Contraints de quitter leur appartement du centre de Téhéran en raison d’importants travaux menaçant l’immeuble, Emad et Rana emménagent dans un nouveau logement. Un incident en rapport avec l’ancienne locataire va bouleverser la vie du jeune couple.

Septième long métrage de l’Iranien Asghar Farhadi, « le Client » repartit du dernier Festival de Cannes avec, chose exceptionnelle, deux prix: le prix du scénario et d’interprétation masculine! Trois ans après un intermède français avec « le Passé », le réalisateur d' »une Séparation » revient chez lui pour une nouvelle variation sur un air qu’il connaît bien. En effet, Farhadi n’aime rien tant que ces histoires simples, habilement conçues, qui mettent les personnages face à des dilemmes moraux.
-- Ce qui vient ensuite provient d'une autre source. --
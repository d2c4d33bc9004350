package kit

import (
	"coilwright/parts/sheet"
	"fmt"
	"math/rand/v2"
	"testing"

	"coilwright/cam/geom"
	"coilwright/parts/spec"
	"coilwright/templates"
)

// viewTexts returns every text of a drawing: the dimensions' labels and
// the drawing's own (the plate's name, the start angle).
func viewTexts(d geom.Drawing) []geom.Text {
	var out []geom.Text
	for _, l := range d.Layers {
		for _, e := range l.Entities {
			if t, ok := e.(geom.Text); ok {
				out = append(out, t)
			}
		}
	}
	return out
}

// checkLabelsApart fails when two texts' boxes, estimated from their
// height and length (geom.Text.Bounds), overlap.
func checkLabelsApart(t *testing.T, what string, d geom.Drawing) {
	t.Helper()
	ts := viewTexts(d)
	if len(ts) < 2 {
		t.Errorf("%s: %d texts, want the dimensions' labels", what, len(ts))
	}
	for i := range ts {
		for j := i + 1; j < len(ts); j++ {
			if boxesOverlap(ts[i].Bounds(), ts[j].Bounds()) {
				t.Errorf("%s: %q and %q overlap: %v, %v", what, ts[i].Value, ts[j].Value, ts[i].Bounds(), ts[j].Bounds())
			}
		}
	}
}

// TestViewLabelsDoNotOverlap draws the side and plan views of both demos
// and of seeded random specs at the scale the plots use, and checks that
// no two labels overlap.
func TestViewLabelsDoNotOverlap(t *testing.T) {
	var kits []*Kit
	for _, demo := range templates.Demos() {
		kits = append(kits, demoKit(t, demo, Options{}))
	}
	rng := rand.New(rand.NewPCG(14, 4))
	for len(kits) < len(templates.Demos())+6 {
		src := randomSpecText(rng) + "\n[solver]\nenabled = false\n"
		if s, err := spec.ParseSpec([]byte(src)); err == nil {
			if k, err := New(Source{Name: "random.toml", Bytes: []byte(src), Spec: s}, Options{}); err == nil {
				kits = append(kits, k)
			}
		}
	}
	for i, k := range kits {
		name := fmt.Sprintf("kit %d (%s, %.0f MHz)", i, k.Source.Spec.Kit, k.Source.Spec.FrequencyMHz)
		sv := sheet.NewSideView(k.Design, k.cutList)
		s := fitWithText(func(s float64) geom.Drawing { return sideDrawing(sv, s) })
		checkLabelsApart(t, name+" side view", sideDrawing(sv, s))
		s = fitWithText(func(s float64) geom.Drawing { return planDrawing(k.Design, s) })
		checkLabelsApart(t, name+" plan view", planDrawing(k.Design, s))
	}
}

// TestLabelPlacerGeometry checks the overlap tests the placer rests on
// against hand-worked cases.
func TestLabelPlacerGeometry(t *testing.T) {
	box := geom.Box2{Min: geom.Vec2{X: 0, Y: 0}, Max: geom.Vec2{X: 2, Y: 1}}
	for _, tc := range []struct {
		name string
		p, q geom.Vec2
		want bool
	}{
		{"through the middle", geom.Vec2{X: -1, Y: 0.5}, geom.Vec2{X: 3, Y: 0.5}, true},
		{"inside", geom.Vec2{X: 0.5, Y: 0.5}, geom.Vec2{X: 1, Y: 0.6}, true},
		{"along the top edge", geom.Vec2{X: -1, Y: 1}, geom.Vec2{X: 3, Y: 1}, false},
		{"above", geom.Vec2{X: -1, Y: 2}, geom.Vec2{X: 3, Y: 1.5}, false},
		{"diagonal past the corner", geom.Vec2{X: 1.5, Y: 2}, geom.Vec2{X: 3, Y: 0.5}, false},
		{"diagonal across the corner", geom.Vec2{X: 1.5, Y: 1.2}, geom.Vec2{X: 2.2, Y: 0.5}, true},
		{"stops short", geom.Vec2{X: -2, Y: 0.5}, geom.Vec2{X: -0.1, Y: 0.5}, false},
	} {
		if got := segmentHitsBox(tc.p, tc.q, box); got != tc.want {
			t.Errorf("%s: segmentHitsBox = %v, want %v", tc.name, got, tc.want)
		}
	}
	touch := geom.Box2{Min: geom.Vec2{X: 2, Y: 0}, Max: geom.Vec2{X: 3, Y: 1}}
	if boxesOverlap(box, touch) {
		t.Error("boxes sharing an edge counted as overlapping")
	}
	if !boxesOverlap(box, geom.Box2{Min: geom.Vec2{X: 1.9, Y: 0.9}, Max: geom.Vec2{X: 3, Y: 2}}) {
		t.Error("boxes sharing a corner square not counted as overlapping")
	}
}
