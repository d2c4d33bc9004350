package spec

import (
	"fmt"
	"math"
	"strings"
)

// CuttingSpec is the [cutting] table: how the reflector and wedge are cut,
// the sheet a batch is nested on, and the paper and DXF flavour of the
// outputs.
type CuttingSpec struct {
	Method        string   `toml:"method"`          // "mill", "shear", "pcb-fab" or "laser"
	KerfMM        *float64 `toml:"kerf_mm"`         // width the tool removes; default by method
	SheetWidthMM  float64  `toml:"sheet_width_mm"`  // stock sheet, default 300 mm (or enough for the reflector)
	SheetHeightMM float64  `toml:"sheet_height_mm"` // stock sheet, default 200 mm (or enough for the reflector)
	MarginMM      float64  `toml:"margin_mm"`       // clear border, default 5 mm
	SpacingMM     float64  `toml:"spacing_mm"`      // between parts' cut paths, default 3 mm
	Paper         string   `toml:"paper"`           // template paper, "A4" or "Letter"
	DXF           string   `toml:"dxf"`             // "R12" or "R2000"
	// ToolPath adds the tool-centre path (the CUT outline offset by half
	// the kerf) on a layer of its own, TOOLPATH; the CUT layer is always
	// the true part outline.
	ToolPath bool `toml:"tool_path"`
}

// Cutting defaults. Common practice (no published source): a 1 mm end mill
// for plates, about 0.15 mm for a fibre laser, no kerf for shears and for
// a board house (which routes to the drawn outline).
const (
	DefaultSheetWidthMM  = 300.0
	DefaultSheetHeightMM = 200.0
	DefaultMarginMM      = 5.0
	DefaultSpacingMM     = 3.0
)

// DefaultKerfMM returns the default kerf in mm for a cutting method.
func DefaultKerfMM(method string) float64 {
	switch method {
	case "mill":
		return 1.0
	case "laser":
		return 0.15
	}
	return 0
}

func (x *CuttingSpec) validate(c *checker, s *Spec) {
	c.oneOf("cutting.method", &x.Method, "mill", "mill", "shear", "pcb-fab", "laser")
	if x.KerfMM != nil {
		c.within("cutting.kerf_mm", *x.KerfMM, 0, 5, "mm")
	}
	c.orDefault("cutting.sheet_width_mm", &x.SheetWidthMM, DefaultSheetWidthMM)
	c.orDefault("cutting.sheet_height_mm", &x.SheetHeightMM, DefaultSheetHeightMM)
	c.orDefault("cutting.margin_mm", &x.MarginMM, DefaultMarginMM)
	c.orDefault("cutting.spacing_mm", &x.SpacingMM, DefaultSpacingMM)
	c.within("cutting.sheet_width_mm", x.SheetWidthMM, 20, 5000, "mm")
	c.within("cutting.sheet_height_mm", x.SheetHeightMM, 20, 5000, "mm")
	c.within("cutting.margin_mm", x.MarginMM, 0, 100, "mm")
	c.within("cutting.spacing_mm", x.SpacingMM, 0, 100, "mm")
	c.oneOf("cutting.paper", &x.Paper, "A4", "A4", "Letter")
	c.oneOf("cutting.dxf", &x.DXF, "R12", "R12", "R2000")
	if x.Method == "laser" && x.KerfMM != nil && *x.KerfMM == 0 {
		c.fail("cutting.kerf_mm", "0", "a laser always removes some material", fmt.Sprintf("give the measured kerf, about %s mm", num(DefaultKerfMM("laser"))))
	}
}

// sheetStepMM rounds up a default sheet enlarged to hold the reflector.
// Common practice (no published source): sheet is sold in round sizes.
const sheetStepMM = 10.0

// validateFit checks that one reflector, kerf included, fits the stock
// sheet inside its margins. A sheet side the spec leaves out grows to hold
// it (rounded up to sheetStepMM); one the spec gives that is too small is
// an error.
func (x *CuttingSpec) validateFit(c *checker, s *Spec) {
	size := s.Reflector.SizeMM(s.Wavelength())
	need := size + x.Kerf() + 2*x.MarginMM
	for _, side := range []struct {
		key string
		v   *float64
	}{{"cutting.sheet_width_mm", &x.SheetWidthMM}, {"cutting.sheet_height_mm", &x.SheetHeightMM}} {
		if *side.v >= need {
			continue
		}
		up := math.Ceil(need/sheetStepMM) * sheetStepMM
		if !c.has(side.key) {
			*side.v = up
			continue
		}
		c.fail(side.key, num(*side.v), fmt.Sprintf("is too small for the reflector: %.1f mm across, %s mm kerf and two %s mm margins need %.1f mm", size, num(x.Kerf()), num(x.MarginMM), need),
			fmt.Sprintf("set %s = %s or more, or leave it out to size the sheet to the reflector", side.key[strings.LastIndex(side.key, ".")+1:], num(up)))
	}
}

// Kerf returns the kerf in mm: the spec's value or the method's default.
func (x *CuttingSpec) Kerf() float64 {
	if x.KerfMM != nil {
		return *x.KerfMM
	}
	return DefaultKerfMM(x.Method)
}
Ici, un couple est forcé de quitter son appartement menacé d’effondrement et se retrouve dans l’ancien appartement de ce qui semble être une prostituée. Un soir Rana sera victime d’une agression et Emad n’aura de cesse de retrouver le coupable et venger son épouse. La thématique ici est donc la vengeance et son pendant, le pardon, à travers un scénario à la mécanique implacable; les deux heures passant comme un éclair tant tout s’enchaîne limpidement. La mise en scène est également remarquable tout comme l’interprétation de Shahab Hosseini et Taraneh Allidousti. « Le Client » passionne, questionne et prend aux tripes à travers un final bouleversant; Farhadi continue de construire une oeuvre cohérente et magistrale!